6. Personal health records
A recent survey from Wolters Kluwer Health found that 80 percent of patients want greater control over their own healthcare, but only 19 percent have access to a personal health record (PHRs). One effort that has garnered great enthusiasm is a movement called Open Notes that allows physicians and patients to chart their visits together and lets patients review their own health record. Despite the failures of early efforts by Microsoft and Google, many healthcare futurists expect PHRs to take off eventually.
With a well-designed PHR, you could have your entire health record embedded on your smartphone and completely portable, Givens says. "Imagine what that could do to quality of care and patient safety. I don't think ownership is the right principle for patients around their data, but access to their data in a portable manner - that is coming, that is going to happen."
In a recent study published in the Journal of Medical Internet Research, researchers from the John Hopkins University's Department of Health Policy and Management, the National Cancer Institute, and The Ohio State University predicted that adoption of PHRs would increase to the point where 75 percent of adults will use a PHR by 2020. "Personal health records (PHRs) offer a tremendous opportunity to generate consumer support in pursing the triple aim of reducing costs, increasing access, and improving care quality," the authors wrote. "Moreover, surveys in the U.S. indicate that consumers want Web-based access to their medical records. However, concerns that consumers' low health information literacy levels and physicians' resistance to sharing notes will limit PHRs' utility to a relatively small portion of the population have reduced both the product innovation and policy imperatives."

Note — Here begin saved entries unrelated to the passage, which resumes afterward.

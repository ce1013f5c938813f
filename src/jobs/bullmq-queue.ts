import { EventEmitter } from 'node:events';
import { FlowProducer, Queue, QueueEvents, type JobsOptions } from 'bullmq';
import { Redis } from 'ioredis';
import type { Logger } from 'pino';
import { cancelUnstarted } from './cancel-unstarted.js';
import type { JobQueue, QueueCounts, QueueEvent } from './queue.js';
import type { TaskStore } from './task-store.js';
import { TASK_KINDS, taskKey, type TaskKind, type TaskRef, type TaskState } from './task.js';

/** BullMQ queue of each task kind, under the configured key prefix (`<prefix>:<name>:…` in Redis). */
export const QUEUE_NAMES: Record<TaskKind, string> = { dataset: 'ingest', job: 'select', embed: 'embed', pass: 'pass' };

/** What a worker publishes with job.updateProgress: every state its runner writes. */
export interface ProgressMessage {
  ref: TaskRef;
  state: TaskState;
}

/**
 * The BullMQ job id of a task: `<kind>.<tenant>.<id>`. It is deterministic, so enqueueing a task
 * twice adds one job (BullMQ ignores an add whose id exists). BullMQ rejects ':' in custom ids
 * (its key separator), so taskKey's ':' become '.'; kinds and tenants (TENANT_NAME) never hold a
 * '.', so the first two dots split the id back even if a task id held one.
 */
export function jobIdOf(ref: TaskRef): string {
  return `${ref.kind}.${ref.tenant}.${ref.id}`;
}

export interface BullQueueOptions {
  redisUrl: string;
  prefix: string;
  /** Where cancel() records a task it removed before it started. */
  store: TaskStore;
  maxAttempts: number;
  /** First retry delay; doubles per attempt. Default 1000 ms. */
  backoffMs?: number;
  log: Logger;
}

/** Finished jobs stay in Redis this long; the task folder on disk is the lasting record. */
const KEEP_FINISHED_SECONDS = 24 * 3600;
const PING_TIMEOUT_MS = 1000;
/** Counted as waiting: new jobs, retries waiting out their backoff, prioritized ones, and parents waiting for their children. */
const WAITING_TYPES = ['waiting', 'delayed', 'prioritized', 'waiting-children'] as const;

/**
 * The API side of the BullMQ queue: adds tasks to Redis, cancels waiting ones, and relays the states
 * that workers (any process, any host, see startBullWorker) publish as job progress. It runs no
 * task itself.
 */
export class BullQueue implements JobQueue {
  readonly mode = 'bullmq' as const;
  private readonly events = new EventEmitter();
  private closing = false;

  private constructor(
    private readonly o: BullQueueOptions,
    private readonly queues: Record<TaskKind, Queue>,
    private readonly queueEvents: QueueEvents[],
    private readonly flows: FlowProducer,
    /** A connection of its own for ready(): it fails fast instead of queueing commands while Redis is away. */
    private readonly probe: Redis,
  ) {
    this.events.setMaxListeners(0);
  }

  /** Connects to Redis; throws when Redis does not answer, so a misconfigured API stops at start-up. */
  static async create(o: BullQueueOptions): Promise<BullQueue> {
    const probe = new Redis(o.redisUrl, { enableOfflineQueue: false, maxRetriesPerRequest: 1, lazyConnect: true });
    probe.on('error', (err) => o.log.debug({ err }, 'redis probe connection error'));
    try {
      await withTimeout(probe.connect(), 5000, 'no answer within 5 s');
    } catch (err) {
      probe.disconnect();
      throw new Error(`Redis at ${redactUrl(o.redisUrl)} does not answer (${(err as Error).message})`, { cause: err });
    }
    // Adds fail after a reconnection attempt instead of hanging an API request while Redis is down;
    // QueueEvents blocks on XREAD, which BullMQ requires to retry forever (maxRetriesPerRequest null).
    const queueConnection = { url: o.redisUrl, maxRetriesPerRequest: 1 };
    const eventsConnection = { url: o.redisUrl, maxRetriesPerRequest: null };
    const queues = {} as Record<TaskKind, Queue>;
    const queueEvents: QueueEvents[] = [];
    for (const kind of TASK_KINDS) {
      const q = new Queue(QUEUE_NAMES[kind], { connection: queueConnection, prefix: o.prefix });
      q.on('error', (err) => o.log.warn({ err, queue: QUEUE_NAMES[kind] }, 'queue connection error'));
      queues[kind] = q;
      const ev = new QueueEvents(QUEUE_NAMES[kind], { connection: eventsConnection, prefix: o.prefix });
      ev.on('error', (err) => o.log.warn({ err, queue: QUEUE_NAMES[kind] }, 'queue events connection error'));
      queueEvents.push(ev);
    }
    const flows = new FlowProducer({ connection: queueConnection, prefix: o.prefix });
    flows.on('error', (err) => o.log.warn({ err }, 'flow producer connection error'));
    const queue = new BullQueue(o, queues, queueEvents, flows, probe);
    for (const ev of queueEvents) {
      ev.on('progress', ({ data }) => {
        const m = data as Partial<ProgressMessage> | null;
        if (typeof m === 'object' && m?.ref && m.state) queue.events.emit('state', { ref: m.ref, state: m.state } satisfies QueueEvent);
      });
    }
    // Connected before the first enqueue, so the relay starts with the first task's states.
    try {
      await Promise.all([...queueEvents.map((e) => e.waitUntilReady()), ...Object.values(queues).map((q) => q.waitUntilReady())]);
    } catch (err) {
      await queue.close(0);
      throw err;
    }
    return queue;
  }

  private jobOptions(ref: TaskRef): JobsOptions {
    return {
      jobId: jobIdOf(ref),
      attempts: this.o.maxAttempts,
      backoff: { type: 'exponential', delay: this.o.backoffMs ?? 1000 },
      removeOnComplete: { age: KEEP_FINISHED_SECONDS },
      removeOnFail: { age: KEEP_FINISHED_SECONDS },
    };
  }

  async enqueue(ref: TaskRef, children: TaskRef[] = []): Promise<void> {
    if (!children.length) {
      await this.queues[ref.kind].add(taskKey(ref), ref, this.jobOptions(ref));
      return;
    }
    // A BullMQ flow: the parent waits in 'waiting-children' until every child has finished, then
    // any worker takes it. A failed child must not block it for ever (ignoreDependencyOnFailure):
    // the parent then does the child's part itself, or fails with the child's cause.
    await this.flows.add({
      name: taskKey(ref),
      queueName: QUEUE_NAMES[ref.kind],
      data: ref,
      prefix: this.o.prefix,
      opts: this.jobOptions(ref),
      children: children.map((c) => ({
        name: taskKey(c),
        queueName: QUEUE_NAMES[c.kind],
        data: c,
        prefix: this.o.prefix,
        opts: { ...this.jobOptions(c), ignoreDependencyOnFailure: true },
      })),
    });
  }

  async cancel(ref: TaskRef): Promise<void> {
    const queue = this.queues[ref.kind];
    const id = jobIdOf(ref);
    const state = await queue.getJobState(id);
    if (!(WAITING_TYPES as readonly string[]).includes(state)) return; // Running (it sees the cancel marker), finished or unknown.
    // remove() refuses (0) a job a worker has locked meanwhile: then the runner sees the marker.
    if ((await queue.remove(id)) !== 1) return;
    const next = await cancelUnstarted(this.o.store, ref);
    if (next) this.events.emit('state', { ref, state: next } satisfies QueueEvent);
  }

  subscribe(listener: (e: QueueEvent) => void): () => void {
    this.events.on('state', listener);
    return () => this.events.off('state', listener);
  }

  async counts(): Promise<QueueCounts> {
    const all = await Promise.all(Object.values(this.queues).map((q) => q.getJobCounts(...WAITING_TYPES, 'active')));
    let waiting = 0;
    let active = 0;
    for (const c of all) {
      for (const t of WAITING_TYPES) waiting += c[t] ?? 0;
      active += c.active ?? 0;
    }
    return { waiting, active };
  }

  async ready(): Promise<boolean> {
    if (this.closing) return false;
    try {
      return (await withTimeout(this.probe.ping(), PING_TIMEOUT_MS, 'ping timed out')) === 'PONG';
    } catch {
      return false;
    }
  }

  /** No task runs in this process, so there is nothing to wait for: `_graceMs` is the workers' business. */
  async close(_graceMs: number): Promise<void> {
    if (this.closing) return;
    this.closing = true;
    await Promise.allSettled([...this.queueEvents.map((e) => e.close()), ...Object.values(this.queues).map((q) => q.close()), this.flows.close()]);
    this.probe.disconnect();
    this.events.removeAllListeners();
  }
}

function withTimeout<T>(p: Promise<T>, ms: number, message: string): Promise<T> {
  let timer: NodeJS.Timeout | undefined;
  const timeout = new Promise<never>((_, reject) => {
    timer = setTimeout(() => reject(new Error(message)), ms);
  });
  return Promise.race([p, timeout]).finally(() => clearTimeout(timer));
}

/** The URL without its password, for messages. */
function redactUrl(url: string): string {
  try {
    const u = new URL(url);
    if (u.password) u.password = '***';
    return u.toString();
  } catch {
    return 'REDIS_URL';
  }
}
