import { Queue, UnrecoverableError, WaitingError, type SandboxedJob } from 'bullmq';
import pino from 'pino';
import { jobIdOf, QUEUE_NAMES, type ProgressMessage } from './bullmq-queue.js';
import { RETRY_ERROR_NAME, SANDBOX_SETTINGS_ENV, type SandboxSettings } from './bullmq-worker.js';
import { runAttempt } from './task-runner.js';
import { TaskStore } from './task-store.js';
import { taskKey, type TaskError, type TaskRef } from './task.js';

/**
 * The processor file of the BullMQ workers: BullMQ runs it in a child process of the worker (a
 * sandbox), one attempt of one task at a time, so a selection's compute never blocks the worker's
 * event loop (which renews the job's lock) and a native crash takes down only the child.
 *
 * The outcome reaches the worker as the processor's result or as an error, which BullMQ serialises
 * across the process boundary keeping its own properties (message, stack, and the `name` these
 * classes set), and then recognises by name:
 * - completed, cancelled, gone: returned; nothing is left to do;
 * - retry: a TaskRetryError; BullMQ retries after its backoff (the runner already wrote 'queued');
 * - failed: an UnrecoverableError; BullMQ fails the job at once, whatever attempts remain;
 * - interrupted (the worker is shutting down): the job is moved back to the wait list and a
 *   WaitingError thrown, which BullMQ takes as "moved, not failed", so the stop spends no attempt
 *   (not even the last one) and the next worker resumes the same attempt from its checkpoint. Had
 *   the move not reached Redis, the job's lock expires and it is resumed as a stalled job instead.
 */

class TaskRetryError extends Error {
  override name = RETRY_ERROR_NAME;
}

const settings = readSettings();
const store = new TaskStore(settings.dataDir);
const log = pino({ level: settings.logLevel, base: { pid: process.pid, sandbox: 'bullmq' } });

export default async function processTask(job: SandboxedJob<TaskRef>, token?: string, signal?: AbortSignal): Promise<string> {
  const ref = job.data;
  const { outcome, error } = await runAttempt({
    store,
    ref,
    // attemptsMade counts ended attempts; a stalled or interrupted one did not end, so it resumes under the same number.
    attempt: job.attemptsMade + 1,
    // BullMQ decides retries by the job's own attempts: the runner must agree with it.
    maxAttempts: job.opts.attempts ?? settings.maxAttempts,
    shutdown: signal,
    computeThreads: settings.computeThreads,
    checkpointEveryMs: settings.checkpointEveryMs,
    memoryBudgetBytes: settings.memoryBudgetBytes ?? undefined,
    modelsDir: settings.modelsDir,
    passShardRows: settings.passShardRows,
    spawn,
    withdraw,
    // Published for the API's QueueEvents; a lost update is harmless (state.json is the truth).
    onState: (state) => void job.updateProgress({ ref, state } satisfies ProgressMessage).catch(() => undefined),
    log,
  });
  switch (outcome) {
    case 'completed':
    case 'cancelled':
    case 'gone':
      return outcome;
    case 'retry':
      throw new TaskRetryError(describe(error));
    case 'failed':
      throw new UnrecoverableError(describe(error));
    case 'interrupted':
      await job.moveToWait(token);
      throw new WaitingError();
  }
}

let passQueue: Queue | null = null;

function shardQueue(): Queue {
  if (!passQueue) {
    passQueue = new Queue(QUEUE_NAMES.pass, { connection: { url: settings.redisUrl, maxRetriesPerRequest: 1 }, prefix: settings.prefix });
    passQueue.on('error', (err) => log.warn({ err }, 'pass queue connection error'));
  }
  return passQueue;
}

/**
 * Adds a selection's pass shards to the 'pass' queue, for any worker. One attempt each: a shard
 * nobody finishes is computed by its selection itself. Finished shard jobs leave Redis after an hour.
 */
async function spawn(refs: TaskRef[]): Promise<void> {
  await shardQueue().addBulk(
    refs.map((ref) => {
      if (ref.kind !== 'pass') throw new Error(`a selection spawns pass shards only, not ${ref.kind} tasks`);
      return { name: taskKey(ref), data: ref, opts: { jobId: jobIdOf(ref), attempts: 1, removeOnComplete: { age: 3600 }, removeOnFail: { age: 3600 } } };
    }),
  );
}

/** Removes shard jobs still waiting (remove() leaves a job a worker has locked alone). */
async function withdraw(refs: TaskRef[]): Promise<void> {
  const q = shardQueue();
  await Promise.all(refs.map((ref) => q.remove(jobIdOf(ref)).catch(() => 0)));
}

function readSettings(): SandboxSettings {
  const text = process.env[SANDBOX_SETTINGS_ENV];
  if (!text) throw new Error(`${SANDBOX_SETTINGS_ENV} is not set: this file runs only as the processor of startBullWorker`);
  return JSON.parse(text) as SandboxSettings;
}

function describe(error: TaskError | null): string {
  return error ? `${error.code}: ${error.message}` : 'task failed';
}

The next generation of EHR design
One chief complaint about today's health information technology is that EHRs are not user friendly or intuitive and that doctors spend too much time doing data entry to meet insurance and regulatory requirements. Among the solutions being introduced are speech recognition technology and services such as Augmedix's, which uses Google Glass and a remote scribe to allow doctors to eliminate the distraction of entering information into a patient's EHR on the computer. (Google Glass is an internet-connected headgear, which looks and feels like a pair of eyeglasses. A thumbnail-sized screen appears in the corner of the right eye of the device, which also has a camera and a microphone, allowing the physician to conduct hands-free data entry).
So looking 10 years into the future, will EHR design become more user friendly and have the interoperability long promised by the industry? Todd Evenson, chief operating officer of the Medical Group Management Association, says EHRs would have to evolve. "We can't continue to leverage physicians as data-entry personnel. They need to focus on the patient relationship," he says. "I know that people are working toward that, but until we master the process of ensuring the EHR is not just a data-entry vehicle and that we can leverage the data there to improve care for the patient, we have a long way to go."